Latvian refugees escaping the country in boats, my family among them
We moved from exhibit to exhibit, and Alda was getting a crash course in recent Latvian history. Whereas my parents and grandparents had raised me on their stories of the war, had brought me to private Latvian schools on weekends and summers to nurture my knowledge of Latvian history, language and culture, Alda’s parents had decided to assimilate their family into their new life in the United States as quickly as possible. For them, I imagined, dealing with this world left behind was simply too painful. We had all dealt with exile as best that we knew how.

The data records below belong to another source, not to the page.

import { grassmannianDegree } from './grassmannian-degree.ts';

/**
 * A Markdown paragraph showing where the count sits in the pattern of Grassmannian degrees, every number computed
 * by the hook length formula: for k = 2 the row deg G(2, n), n = 4 … 10 (the Catalan numbers C_{n−2}), and for
 * k = 3 the rows k = 2 and k = 3 with n − k = 3, the problem's own entry in bold.
 */
export function grassmannianPattern(k: number, n: number): string {
  const entry = (kk: number, nn: number) => {
    const value = grassmannianDegree(kk, nn).toString();
    return kk === k && nn === n ? `$\\mathbf{${value}}$` : `$${value}$`;
  };
  const row = (kk: number, from: number, to: number) => Array.from({ length: to - from + 1 }, (_, i) => `$G(${kk},${from + i})$: ${entry(kk, from + i)}`).join(', ');
  const own = `The answer is the degree of the Grassmannian $G(${k},${n})$ in its Plücker embedding, the number of standard Young tableaux of a ${k} × ${n - k} rectangle, which the hook length formula computes.`;
  if (k === 2) return `${own} For lines the degrees are the Catalan numbers $\\tfrac{1}{m+1}\\binom{2m}{m}$ with $m = n - 2$: ${row(2, 4, 10)}.`;
  return `${own} For lines they are the Catalan numbers (${row(2, 4, 8)}); for planes the rectangles have three rows: ${row(3, 5, 8)}, and $G(3,6)$ shares its degree $42$ with $G(2,7)$, whose rectangle is $2 \\times 5$.`;
}
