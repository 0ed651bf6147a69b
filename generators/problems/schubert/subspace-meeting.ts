import type { FormulationDefinition } from '../../../src/atlas/definition.ts';
import type { ExprNode } from '../../../src/engine/index.ts';

type Ops = Parameters<FormulationDefinition['equations']>[2];

/** The k-element subsets of {0, …, n − 1} in lexicographic order. */
function subsets(n: number, k: number): number[][] {
  if (k === 0) return [[]];
  const out: number[][] = [];
  for (let first = 0; first <= n - k; first++) for (const rest of subsets(n - first - 1, k - 1)) out.push([first, ...rest.map((r) => r + first + 1)]);
  return out;
}

/**
 * The determinant of the n × n matrix stacking `top` (k rows) over `bottom` (n − k rows), by Laplace expansion along
 * the top rows: Σ_S ± det(top_S) · det(bottom_{S'}) over the k-subsets S of the columns (S' the complement). It
 * vanishes exactly when the row spaces meet nontrivially. The top minors are the Plücker coordinates of the top
 * row space, so the expression is linear in them; exact (no numerics). With `omit`, the term of that column subset
 * is left out (the caller accounts for it).
 */
export function meetingDeterminant(ops: Ops, top: readonly (readonly ExprNode[])[], bottom: readonly (readonly ExprNode[])[], omit?: readonly number[]): ExprNode {
  const k = top.length, n = k + bottom.length;
  const omitted = (S: readonly number[]) => omit !== undefined && S.length === omit.length && S.every((j, i) => j === omit[i]);
  const terms = subsets(n, k).filter((S) => !omitted(S)).map((S) => {
    const rest = Array.from({ length: n }, (_, j) => j).filter((j) => !S.includes(j));
    const sign = (S.reduce((s, j) => s + j, 0) - (k * (k - 1)) / 2) % 2 === 0 ? 1 : -1;
    const minor = (rows: readonly (readonly ExprNode[])[], cols: number[]) => (cols.length === 0 ? ops.constant(1) : ops.det(rows.map((row) => cols.map((j) => row[j]!))));
    const product = ops.mul(minor(top, S), minor(bottom, rest));
    return sign > 0 ? product : ops.neg(product);
  });
  return ops.add(...terms);
}
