import type { ProblemSummary } from '../summary.ts';
import { countValue, familyWords, filterParam, realnessWords, type FilterKey } from './filter-words.ts';

/** One choice of a search filter: its URL parameter, the value as indexed (words), and its label with the number of problems. */
export interface FilterOption { readonly param: string; readonly value: string; readonly label: string }

/**
 * The choices of every search filter, from the problems themselves: families and realness alphabetically, counts
 * numerically (unknown last); each label says how many problems it holds. The indexed values are the same words
 * the problem pages give the index (familyWords, countValue, realnessWords).
 */
export function searchFilterOptions(problems: readonly ProblemSummary[]): Record<FilterKey, FilterOption[]> {
  const tally = (values: string[], label: (v: string) => string, order: (a: string, b: string) => number): FilterOption[] => {
    const counts = new Map<string, number>();
    for (const v of values) counts.set(v, (counts.get(v) ?? 0) + 1);
    return [...counts.keys()].sort(order).map((v) => ({ param: filterParam(v), value: v, label: `${label(v)} (${counts.get(v)})` }));
  };
  const byText = (a: string, b: string) => a.localeCompare(b);
  const byNumber = (a: string, b: string) => (Number(a) || Infinity) - (Number(b) || Infinity) || byText(a, b);
  return {
    family: tally(problems.map((p) => familyWords(p.family)), (v) => v, byText),
    count: tally(problems.map((p) => countValue(p.trueCount)), (v) => (v === 'unknown' ? 'unknown' : Number(v).toLocaleString('en-US')), byNumber),
    realness: tally(problems.map((p) => realnessWords(p.realness)), (v) => v, byText),
  };
}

It was almost too much. Yet we were drawn to see, to understand, to know. This was our history, too. We looked at documents, old passports, military orders, refugee belongings, old weaponry, copies of government pacts, photographs, diaries, letters, newspapers. A large photo showed the three men, rulers of superpowers, tossing the Baltic States like poker chips in a game of human lives… and the chips went to Joseph Stalin. He sat grinning his victory, next to Franklin Delano Roosevelt and Winston Churchill, to whom, apparently, we were nothing more than a nuisance to their greater plans.

To the credit of the United States, despite Roosevelt’s betrayal, the Baltic States were never acknowledged by this government as being legally a part of the Soviet Union. Go figure. But better late than never … 51 years later, we were acknowledged again as a free nation, and the first to accept our new and independent government was Iceland.


It was a complicated and messy history, a trail of pacts and treaties and promises that left the Baltic nations in the dust. The Latvian president at the time of the Soviet occupation was Kārlis Ulmanis, who was later deported somewhere north into Russian tundra and executed. It was many years before anyone was to know anything about his final days.

Weapons used in Latvian resistance movement


Sunlight dazed us as we emerged again from the museum. It had been a very different experience, indeed, than the time before. I knew this history … I knew it from my family, from school, from my own later reading and research. I knew it from hearing Andris’ stories, giving me another level of understanding when I heard about life in Soviet Latvia from my own counterpart, my own generation, realizing, there but for the grace of God go I… I knew it, but to see the artifacts with my own eyes was sobering.

Calling us out of our dark reverie was yet another golden day. After such a morning, we craved sunlight and beauty, and Alda and I headed toward the center of the city, to Bastejkalns park. After all, my mother had told me such stories, too, of warm days in the park, long walks arm-in-arm with first crushes, of sliding down snowy hills on toboggans, and of walking along the Riga Canal to school. She had lived in the northern section of Riga, on Ropažu Iela, and had gone to school in the city. Her route to school took her directly through the park.

Bastejkalns was one of my favorite spots in Rīga. The city had, in fact, many parks, and flower vendors on most every street corner attested to the Latvian love of nature. A dose of green was a necessary part of every day, and perhaps even more so because life had been so dark so long, flowers in all their gaudy glory were everywhere. Boats floated lazily down the canal, oaks and maples and willows and linden trees leaned branches over the water, graceful stone sculptures popped up in the middle of flowerbeds, ducks paddled over its mirrored surface, and people strolled and sat on benches, taking a moment out of their day to connect with nature.


In a world that sometimes reeled in insanity, in the brutality and cruelty of man against man, nation against nation, these patches of beauty brought sense back where there was none. Yet again, I was struck by how color had returned to Latvia. From these years of gray—gray buildings, gray faces, gray lives—to this vibrant color, almost frivolous, yet in essence, deeply necessary.